Тем же днём к ней пришёл и де Ре.

– Я поправлюсь быстро, сударь, – сказала ему Клод. – Не откладывайте из-за меня отъезд.

– Какой отъезд? – удивился барон.

– А разве вы никуда не собираетесь?

Он не собирался. Но разговор этот живо припомнился спустя два дня, когда прочитав письмо от поверенного господина де Бюеля, де Ре велел оруженосцу немедленно собирать отряд и мчаться в Сабль организовывать оборону.

– Откуда ты знала? – спросил он у Клод чуть позже. – Тебе были какие-то видения?

– Не помню, – пожала плечами девушка. – В болезни и сне своя жизнь.

Вопреки опасениям, которые вызывал переезд в Сабль, физические силы Клод только укрепились. Но угнетённость духа, замеченная де Ре ещё в Сен-Дени, никак не проходила.

Девушка уже не смотрела на мир и людей, как прежде, с открытым интересом, пониманием и расположенностью. Как-то незаметно появилась у неё манера глядеть исподлобья. Без испуга и злобы, но со странным отчуждением, как бывает, когда, увидев что-то страшное, боишься посмотреть снова, чтобы опять это не увидеть, но при этом знаешь, что повсюду теперь, куда бы ни глянул, увидишь именно то, чего боишься.

Выполнять обязанности пажа в замке Сабль её никто не заставлял, одако, не желая проводить дни в безделье, Клод сама занималась и чисткой лошадей, и досмотром оружия и доспехов, и прислуживанием у стола. Де Ре попытался как-то объяснить, что ей лучше не появляться на чужих глазах слишком часто, но в ответ услышал:

– Примелькавшись, я стану более невидимой, чем припрятанная в каких-нибудь покоях.

Несколько дней она с интересом наблюдала за тем, как поднимали на внешнюю стену весьма приличную кулеврину, которую де Ре притащил с собой, потом пыталась помогать её устанавливать – подносила верёвки для крепежей и воду, когда работники об этом просили. Однако скоро болезненная усталость взяла своё. С очередным ведром в руках девушка подскользнулась, упала, расплескав всю воду, и была отослана прочь.

– Иди ка ты, паренёк, в часовню, – посоветовала старуха, чистившая овощи на пороге кухни. – Может, причетнику чего надо помочь. А нет, так и помолишься, чтобы Господь сил тебе подбавил. Глянь, бледный и худой-то какой…

Часовня при замке была обетная, в честь святого Дионисия. Маленькая и тёмная, с мрачноватой безголовой скульптурой, подсвеченной сквозь стёклышки закопчённого витража, с одной стороны золотом, с другой пурпуром, она не вызывала желания задерживаться здесь дольше положенного. Никто и никогда не приходил сюда чтобы любоваться отделкой или изображениями. Молились тут в положенные дни и часы в основном женщины и те обитатели Сабля, для которых праведная жизнь служила более вывеской перед прочими, нежели потребностью.

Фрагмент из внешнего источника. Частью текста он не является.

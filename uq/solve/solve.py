"""Solves members: the call of the kernel, and what is worked out from its tables."""

from __future__ import annotations

from typing import Any

import numpy as np
from numpy.typing import NDArray

from uq.errors import Interrupted
from uq.model.layout import Head
from uq.solve.batch import Batch, Settings, Status
from uq.solve.breaks import Segments, segments
from uq.solve.compile import Compiled
from uq.solve.courses import take
from uq.solve.memory import Floats, aligned, settings_block, through_table


def solve(compiled: Compiled, x: Floats, times: Floats, start: float, settings: Settings, stop: NDArray[np.uint8] | None = None) -> Batch:
    """Solve every member from `start` to the last of `times`.

    x [member, input] in the inputs' units; times [solved] rising, none before start (it may be the first), in the time unit. A member's
    bits depend on the code, times, start, settings and its row of x, on nothing else. Releases the GIL.
    Raises Interrupted soon after another thread sets stop[0]; ValueMistake if a forcing does not cover the time.
    Numerical failures are statuses in the Batch. Method: that of the code, an explicit pair of Dormand and Prince (`uq.model.tableau`),
    a Rosenbrock method for stiff members (`uq.model.rosenbrock5`), or both by what a member needs (`uq.model.switch`), each with its
    continuous extension. Rows of forcings and times that rates are compared with are landed on. What else happens between two
    stages is not seen: a shallow pole of a rate in time, such as |t - 1|^-0.5, may be stepped over at a loose accuracy without a failure;
    so may a pulse in time of another form, or at a time that depends on inputs, if it lasts less than about a two-hundredth of the whole
    time (such models take no step longer than LONGEST_PART of it): make it a forcing, or ask for more accuracy.
    Valid ranges are judged at the start, at the ends of steps and at `times`; what a state does between them is not looked at yet. A
    state is outside where it is so by more than the pair's own error (6 absolute tolerances; 200 of 8(5,3), which is for small ones).
    """
    batch = advance(compiled, x, times, start, settings, stop)
    _fill_outcomes(compiled, np.atleast_2d(np.asarray(x, dtype=np.float64)), np.asarray(times, dtype=np.float64), batch)
    return batch


def advance(compiled: Compiled, x: Floats, times: Floats, start: float, settings: Settings, stop: NDArray[np.uint8] | None = None) -> Batch:
    """As `solve`, but without outcomes (they stay unset), so that `times` need not hold the times which courses name."""
    x, times = np.array(x, dtype=np.float64, order="C", ndmin=2), np.append(np.asarray(times, dtype=np.float64), np.inf)
    _check(compiled, x, times[:-1], start, settings)
    flag = np.zeros(1, dtype=np.uint8) if stop is None else stop
    batch = _empty_batch(compiled, len(x), len(times) - 1)
    if len(x):
        end = float(times[-2])
        given = settings_block(compiled.code, settings, end - start, len(times) - 1)
        pieces = segments(compiled.code.forcings, float(start), end, compiled.code.moments, times[:-1].tobytes())
        if _run(compiled, x, times, given, pieces, flag, batch):
            raise Interrupted("solving was stopped")
    return batch


def prepare() -> bool:
    """Whether the kernel must still be compiled on this machine, which the first `solve` then does."""
    from uq.solve.kernel import is_compiled

    return not is_compiled()


def evaluate_starts(compiled: Compiled, x: Floats) -> Floats:
    """Start states [member, state] of members x [member, input]."""
    x = np.asarray(x, dtype=np.float64)
    return through_table(compiled.addresses["uq_starts"], x, compiled.layout.states)


def _check(compiled: Compiled, x: Floats, times: Floats, start: float, settings: Settings) -> None:
    """Callers' defects, told early: memory is not looked after once the kernel runs."""
    states = compiled.layout.states
    if x.ndim != 2 or x.shape[1] != compiled.layout.inputs:
        raise ValueError(f"x has shape {x.shape}, expected (members, {compiled.layout.inputs})")
    if times.ndim != 1 or not len(times) or np.any(np.diff(times) <= 0) or not np.all(np.isfinite(times)) or times[0] < start:
        raise ValueError("times must be finite, rising and not before the start")
    given = {name: getattr(settings, name) for name in ("scales", "lowest", "highest", "negligible")}
    for name, values in given.items():
        if values is not None and np.shape(values) != (states,):
            raise ValueError(f"{name} has shape {np.shape(values)}, expected ({states},)")
    if not settings.accuracy > 0 or not np.all(settings.scales > 0) or not np.all(settings.absolute > 0):
        raise ValueError("accuracy, scales and negligible must be above 0")


def _empty_batch(compiled: Compiled, members: int, times: int) -> Batch:
    layout = compiled.layout
    return Batch(
        values=np.empty((members, layout.observed, times)),
        conditions=np.zeros((members, layout.conditions, times), dtype=np.int8),
        outcomes=np.empty((members, compiled.code.outcomes)),
        status=np.zeros(members, dtype=np.int8),
        end_time=np.empty(members),
        steps=np.zeros(members, dtype=np.int32),
        rejections=np.zeros(members, dtype=np.int32),
        stiff_steps=np.zeros(members, dtype=np.int32),
        switches=np.zeros(members, dtype=np.int32),
        largest=np.empty((members, layout.states)),
    )


def _run(compiled: Compiled, x: Floats, times: Floats, given: Floats, pieces: Segments, flag: NDArray[np.uint8], batch: Batch) -> bool:
    """Let the kernel fill the batch; returns whether it was stopped. `times` ends with inf."""
    from uq.solve import kernel

    layout, address = compiled.layout, compiled.addresses
    lanes = aligned(kernel.GROUPS * layout.slots).reshape(kernel.GROUPS, layout.slots, kernel.LANES)
    functions = [address[name] for name in ("uq_start", "uq_rates", "uq_step", "uq_stiff", "uq_observe")]
    tables = [array.ctypes.data for array in (given, times, batch.values, batch.conditions)]
    calls = kernel.Calls._make((*functions, lanes.ctypes.data, lanes[0].nbytes, *tables))
    lanes.view(np.int64)[:, Head.clock] = calls.times  # lanes without a member look there too
    job = kernel.Job(
        calls,
        kernel.Slots(*(int(getattr(Head, name, getattr(layout, name, -1))) for name in kernel.Slots._fields)),
        kernel.Lanes(lanes, lanes.view(np.int64)),
        kernel.Tables(x, times, pieces.bounds, pieces.jumps, pieces.coefficients, flag),
        _places(layout.moved),
        kernel.Results(*(getattr(batch, name) for name in kernel.Results._fields)),
    )
    with np.errstate(all="ignore"):
        return bool(kernel.run_members_4(job))


def _places(moved: int) -> Any:
    """Nobody is anywhere yet."""
    from uq.solve.kernel import GROUPS, LANES, WAITING, Places

    member, segment = (np.full((GROUPS, LANES), -1, dtype=np.int64) for _ in range(2))
    parked = [np.zeros((2, WAITING, *size), dtype=np.int64) for size in ((moved,), (), ())]
    return Places(member, segment, np.zeros(2, dtype=np.int64), *parked)


def _fill_outcomes(compiled: Compiled, x: Floats, times: Floats, batch: Batch) -> None:
    code = compiled.code
    if not code.outcomes or not len(batch.status):
        return
    courses = [take(course, batch.values, times) for course in code.courses]
    columns = np.column_stack([x, *courses])
    batch.outcomes[:] = through_table(compiled.addresses["uq_outcomes"], columns, code.outcomes)
    batch.outcomes[batch.status != Status.ok] = np.nan
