"""A family of analyses side by side, and what they say together."""

from __future__ import annotations

from typing import Final

import numpy as np
from astropy.table import Table
from matplotlib.axes import Axes
from matplotlib.figure import Figure

from fogline.figures.axis import COLUMN_LABEL
from fogline.figures.comparison import quantity_label
from fogline.figures.style import COLOURS, MODEL, ONE_COLUMN, add_note, readable, styled

ALONG: Final = "log_f("


@styled
def draw_family(combined: Table, weights: Table) -> Figure:
    """Draw log f of every member and of the stacked mixture, and headline quantities below.

    Parameters
    ----------
    combined, weights : astropy.table.Table
        From `fogline.trust.families`.

    Returns
    -------
    matplotlib.figure.Figure
    """
    names = [str(name) for name in weights["analysis"]]
    along = np.array([str(q).startswith(ALONG) for q in combined["quantity"]])
    headlines = combined[~along]
    figure = Figure(figsize=(ONE_COLUMN, 3.2 + 0.15 * len(headlines)), layout="constrained")
    axes, lower = figure.subplots(2, height_ratios=[1.6, 0.4 + 0.15 * len(headlines)])
    _draw_along(axes, combined[along], names, weights)
    _draw_headlines(lower, headlines, names)
    figure.legend(*axes.get_legend_handles_labels(), loc="outside upper left", ncols=1)
    share = np.asarray(headlines["equal_choice_share"], float)
    share = share[np.isfinite(share)]
    notes = ["Bands: 68%, less the median of the stacked mixture; below in units of its error."]
    if len(share):
        notes.append(
            f"With equal weights {100 * np.median(share):.0f}% (median) to "
            f"{100 * share.max():.0f}% (largest) of squared errors is choice of pivots and priors."
        )
    add_note(figure, notes)
    return figure


def _draw_along(axes: Axes, rows: Table, names: list[str], weights: Table) -> None:
    log_nhi = np.array([float(str(q)[len(ALONG) : -1]) for q in rows["quantity"]])
    middle = np.asarray(rows["stacked_median"], float)
    lo, hi = (np.asarray(rows[f"stacked_{end}"], float) - middle for end in ("lo68", "hi68"))
    axes.fill_between(log_nhi, lo, hi, color=MODEL, alpha=0.25, linewidth=0.0, label="stacked")
    for number, name in enumerate(names):
        colour = COLOURS[number % len(COLOURS)]
        row = weights[number]
        label = (
            f"{readable(name)} (stacking {row['weight_stacking']:.2f}, "
            f"evidence {row['weight_evidence']:.2g})"
        )
        for end, line in (("median", "-"), ("lo68", ":"), ("hi68", ":")):
            values = np.asarray(rows[f"{name}_{end}"], float) - middle
            axes.plot(
                log_nhi,
                values,
                line,
                color=colour,
                linewidth=0.9,
                label=label if end == "median" else "_band",
            )
    reach = 1.3 * float(np.abs([lo, hi]).max())
    axes.set_ylim(-reach, reach)
    axes.set_xlabel(COLUMN_LABEL)
    axes.set_ylabel(r"$\Delta \log f$ [dex]")
    axes.margins(x=0.0)


def _draw_headlines(axes: Axes, rows: Table, names: list[str]) -> None:
    middle = np.asarray(rows["stacked_median"], float)
    half = 0.5 * (np.asarray(rows["stacked_hi68"], float) - np.asarray(rows["stacked_lo68"], float))
    half = np.where(np.isfinite(half) & (half > 0.0), half, np.nan)
    axes.axvspan(-1.0, 1.0, facecolor="0.88", edgecolor="none", zorder=0)
    axes.axvline(0.0, color="0.5", linewidth=0.6, zorder=0.5)
    for number, name in enumerate(names):
        value, lo, hi = (
            (np.asarray(rows[f"{name}_{end}"], float) - middle) / half
            for end in ("median", "lo68", "hi68")
        )
        y = np.arange(len(rows)) + 0.7 * (number - 0.5 * (len(names) - 1)) / len(names)
        good = np.isfinite(value) & np.isfinite(lo) & np.isfinite(hi)
        axes.errorbar(
            value[good],
            y[good],
            xerr=[(value - lo)[good], (hi - value)[good]],
            fmt="o",
            color=COLOURS[number % len(COLOURS)],
            markersize=2.2,
            elinewidth=0.7,
        )
    labels = [quantity_label(str(row["quantity"]), float(row["z"])) for row in rows]
    axes.set_yticks(range(len(rows)), labels)
    axes.set_ylim(len(rows) - 0.5, -0.5)
    axes.tick_params(axis="y", which="both", length=0.0)
    axes.set_xlabel(r"less the stacked median [$\sigma$]")
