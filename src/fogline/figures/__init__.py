"""Figures. A new one is one module and one line of `FIGURES`."""

from collections.abc import Callable
from functools import partial
from pathlib import Path
from typing import Any, Final

from matplotlib.figure import Figure
from matplotlib.style import context

from fogline.figures import (
    column_distribution,
    convergence,
    corner_plot,
    depth_path,
    escape_correction,
    hi_density,
    information,
    ionizing_background,
    lls_incidence,
    lya_opacity,
    mean_free_path,
    misfit,
    opacity_budget,
    prior_posterior,
    pulls,
    transmission,
)
from fogline.figures.comparison import draw_comparison
from fogline.figures.forecast import draw_forecast
from fogline.figures.inputs import FigureInputs
from fogline.figures.style import STYLE, dataset_styles
from fogline.tables import write_whole

FIGURES: Final[dict[str, Callable[[FigureInputs], Figure]]] = {
    "column_distribution": column_distribution.draw,
    "lya_opacity": lya_opacity.draw,
    "lls_incidence": lls_incidence.draw,
    "mean_free_path": mean_free_path.draw,
    "hi_density": hi_density.draw,
    "opacity_budget": opacity_budget.draw,
    "transmission": transmission.draw,
    "escape_correction": escape_correction.draw,
    "depth_path": depth_path.draw,
    "ionizing_background": ionizing_background.draw,
    "corner": corner_plot.draw,
    "pulls": pulls.draw,
    "misfit": misfit.draw,
    "information": information.draw,
    "convergence": convergence.draw,
    "prior_posterior": prior_posterior.draw,
}
"""What draws each figure, by the stem of its files."""

METADATA: Final[dict[str, dict[str, Any]]] = {"pdf": {"CreationDate": None}, "png": {}}
"""Nothing that changes from one run to the next: the same figure gives the same file."""


def save(figure: Figure, path: str | Path) -> None:
    """Write a figure as PDF and PNG.

    Parameters
    ----------
    figure : matplotlib.figure.Figure
    path : path-like
        Without suffix.
    """
    with context(STYLE, after_reset=True):
        # Positions are found once, not anew for each form: that takes as long as the drawing.
        figure.draw_without_rendering()
        figure.set_layout_engine("none")
        for form, metadata in METADATA.items():
            write_whole(f"{path}.{form}", partial(figure.savefig, format=form, metadata=metadata))


__all__ = [
    "FIGURES",
    "FigureInputs",
    "dataset_styles",
    "draw_comparison",
    "draw_forecast",
    "save",
]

Часовню построили ещё при сире де Краоне, который приходился де Ре дедом и был знаменит на всю округу отъявленной ересью. Он-то и распорядился, чтобы алтарь был скромен, а стены голы, и раскошелился лишь на скульптуру и витраж. «Святому без разницы молятся ему на обычных досках или на подушках, – говорил нечестивец. – А ежели он вздумает явиться сюда каким-нибудь призраком, то в обиде тоже не будет. Голова у него отрублена, как и положено, на окне всё житие прописано, и в сердце моём он всегда найдёт благодарность за свою святую помощь».

В чём помог еретику святой Дионисий так и осталось их общей тайной. Но, видимо, на скромность своей часовни этот святой епископ действительно не был в обиде. Клод, когда вошла, так и застыла на пороге, очарованная висящей в воздухе дымкой из солнечных лучей, которая, словно рой разноцветных крошечных существ, пробившихся сквозь грубо спаянные витражные стёкла, висела над алтарём. Трудно было придумать украшение достойнее!

Девушка протянула руку к лучам, и её бледные пальцы тотчас окрасили отблески золотисто-оранжевого стекла.

– Как красиво!

Она не сразу заметила причетника, который сидел на полу и молча наблюдал за ней из-за фигуры святого. В руках старик держал сильно сточенный нож и дощечку. Он что-то вырезал на ней до прихода Клод, но теперь прервался и, пользуясь своей невидимостью, какое-то время наблюдал. Потом хмуро спросил:

– Ты чего это? Девица, а в мужскую одежду вырядилась?

Клод вздрогнула. Быстро убрала за спину руку, словно касалась ею только что чего-то запретного, и, не зная, что отвечать и, как себя теперь вести, смотрела на причетника с растерянной настороженностью.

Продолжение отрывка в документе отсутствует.